EXCLUSIVE: 8 Kalaheo High football players reported staph-like infections

EXCLUSIVE: Eight Kalaheo High football players reported staph-like infections
Chris Akana
Chris Akana
Dawn Petroziello
Dawn Petroziello
John Chung
John Chung

KAILUA, OAHU (HawaiiNewsNow) - Eight football players from Kalaheo High School in Kailua came down with staph-like infections and then a few days after Kalaheo played Roosevelt High School, two Roosevelt players reported staph-like symptoms.  But school officials said they don't believe the Kalaheo students spread their infections to Roosevelt.

Hawaii News Now discovered one faculty member at Kalaheo has been complaining for years about a lack of protocol in keeping the school's weight room sanitary.

Kalaheo High School Principal Susan Hummel said eight football players reported some type of infection that may have been staph earlier this month.

She said the football players and were not allowed to return to practice or games until they were cleared by doctors.

"As soon as one case came to their attention, they disinfected and sprayed the locker room and all football equipment, including helmets and pads," Hummel told us today.

She said the recent unusually hot and humid weather may have helped to spread the infections on the football team, since staph grows on warm and humid surfaces.

Kalaheo High physical education teacher Chris Akana isn't surprised about the outbreak.

"The safety of the students is being compromised right now," Akana told Hawaii News Now Wednesday night.

He's been complaining for three years about the dirty conditions in the Kalaheo weight room, where he teaches weight training and body conditioning.

"No disinfectant that's being used, no training protocols as far as cleaning the area," Akana said.  He said a janitor was finally given a key to the weight room this school year.

"As a teacher teaching weight training, it's very difficult when I don't feel comfortable taking the students into the weight room because basic safety procedures aren't established at the school," said Akana, who has sometimes kept his students in the classroom instead of using the dirty weight room.

Since August 10, Akana said he's emailed Hummel and other school administrators photos of sweaty weight room benches that had not been wiped down and disinfected properly.

"I would like open communication.  Sometimes things that were brought up in emails were just ignored," Akana said.

Dawn Petroziello, a physician assistant from The Medical Corner in Kailua, said it's important to use antiseptic cleaners in locker and weight rooms.

"Spray down whatever they have just sweated on or used.  Make sure they spray it down, wipe it dry and let the next guy use it.  That will reduce the risk," Petroziello said.

At Roosevelt High School, two football players showed up Monday with staph-like symptoms , so the school went into a massive disinfection process with football gear and more.

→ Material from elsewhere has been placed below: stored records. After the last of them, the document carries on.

async fn approve(
    State(db): State<Db>,
    framer: Framer,
    At(id): At<PlanId>,
    typed: Form,
) -> Result<Response, Error> {
    let approved = async {
        let mut problems = Problems::new();
        let reason = problems.optional_text("reason", typed.value("reason"), 500);
        problems.finish()?;
        decisions::approve(&db, &framer.member, id, typed.version(), reason).await
    };
    let approved = approved.await;
    answer(&db, &framer, id, typed, approved, "approved").await
}

async fn take_back_approval(
    State(db): State<Db>,
    framer: Framer,
    At(id): At<PlanId>,
    typed: Form,
) -> Result<Response, Error> {
    let taken = decisions::take_back_approval(&db, &framer.member, id, typed.version()).await;
    answer(&db, &framer, id, typed, taken, "unapproved").await
}

async fn withdraw(
    State(db): State<Db>,
    framer: Framer,
    At(id): At<PlanId>,
    typed: Form,
) -> Result<Response, Error> {
    let withdrawn = async {
        let mut problems = Problems::new();
        let reason = problems.text("withdrawal_reason", typed.value("withdrawal_reason"), 500);
        problems.finish()?;
        decisions::withdraw(
            &db,
            &framer.member,
            id,
            typed.version(),
            reason.unwrap_or_default(),
        )
        .await
    };
    let withdrawn = withdrawn.await;
    answer(&db, &framer, id, typed, withdrawn, "withdrawn").await
}

async fn revise(
    State(db): State<Db>,
    framer: Framer,
    At(id): At<PlanId>,
    typed: Form,
) -> Result<Response, Error> {
    let revised = decisions::revise(&db, &framer.member, id).await;
    answer(&db, &framer, id, typed, revised, "revised").await
}

/// Where a check's page returns to.
pub(in crate::plans) fn check_address(plan: PlanId, check: MashCheckId) -> String {
    format!("/plans/{plan}/mash-checks/{check}")
}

"We laid it out on the track and we disinfected all the pads, we went into the locker room, shot the whole locker room with disinfectant and we also shot the field down as a precaution," said John Chung, Roosevelt's athletic director.

Roosevelt played Kalaheo Friday night at Kailua High School, raising concerns the Kalaheo students may have spread their infections to the Roosevelt players. But Hummel said Kalaheo's players with infections had all been cleared by doctors to play in that game.

Petroziello, the physician assistant, said young athletes need constant reminders about keeping clean, especially football players who are in contact with each other on the field, often scraping themselves and hitting the ground hard.

For student athletes, Petoziello recommended:"Making sure you're cleaning your uniforms, you're showering on a regular basis.  If you're sweating really badly and you're getting in the dirt, shower twice if you have to. Just practice good hygiene."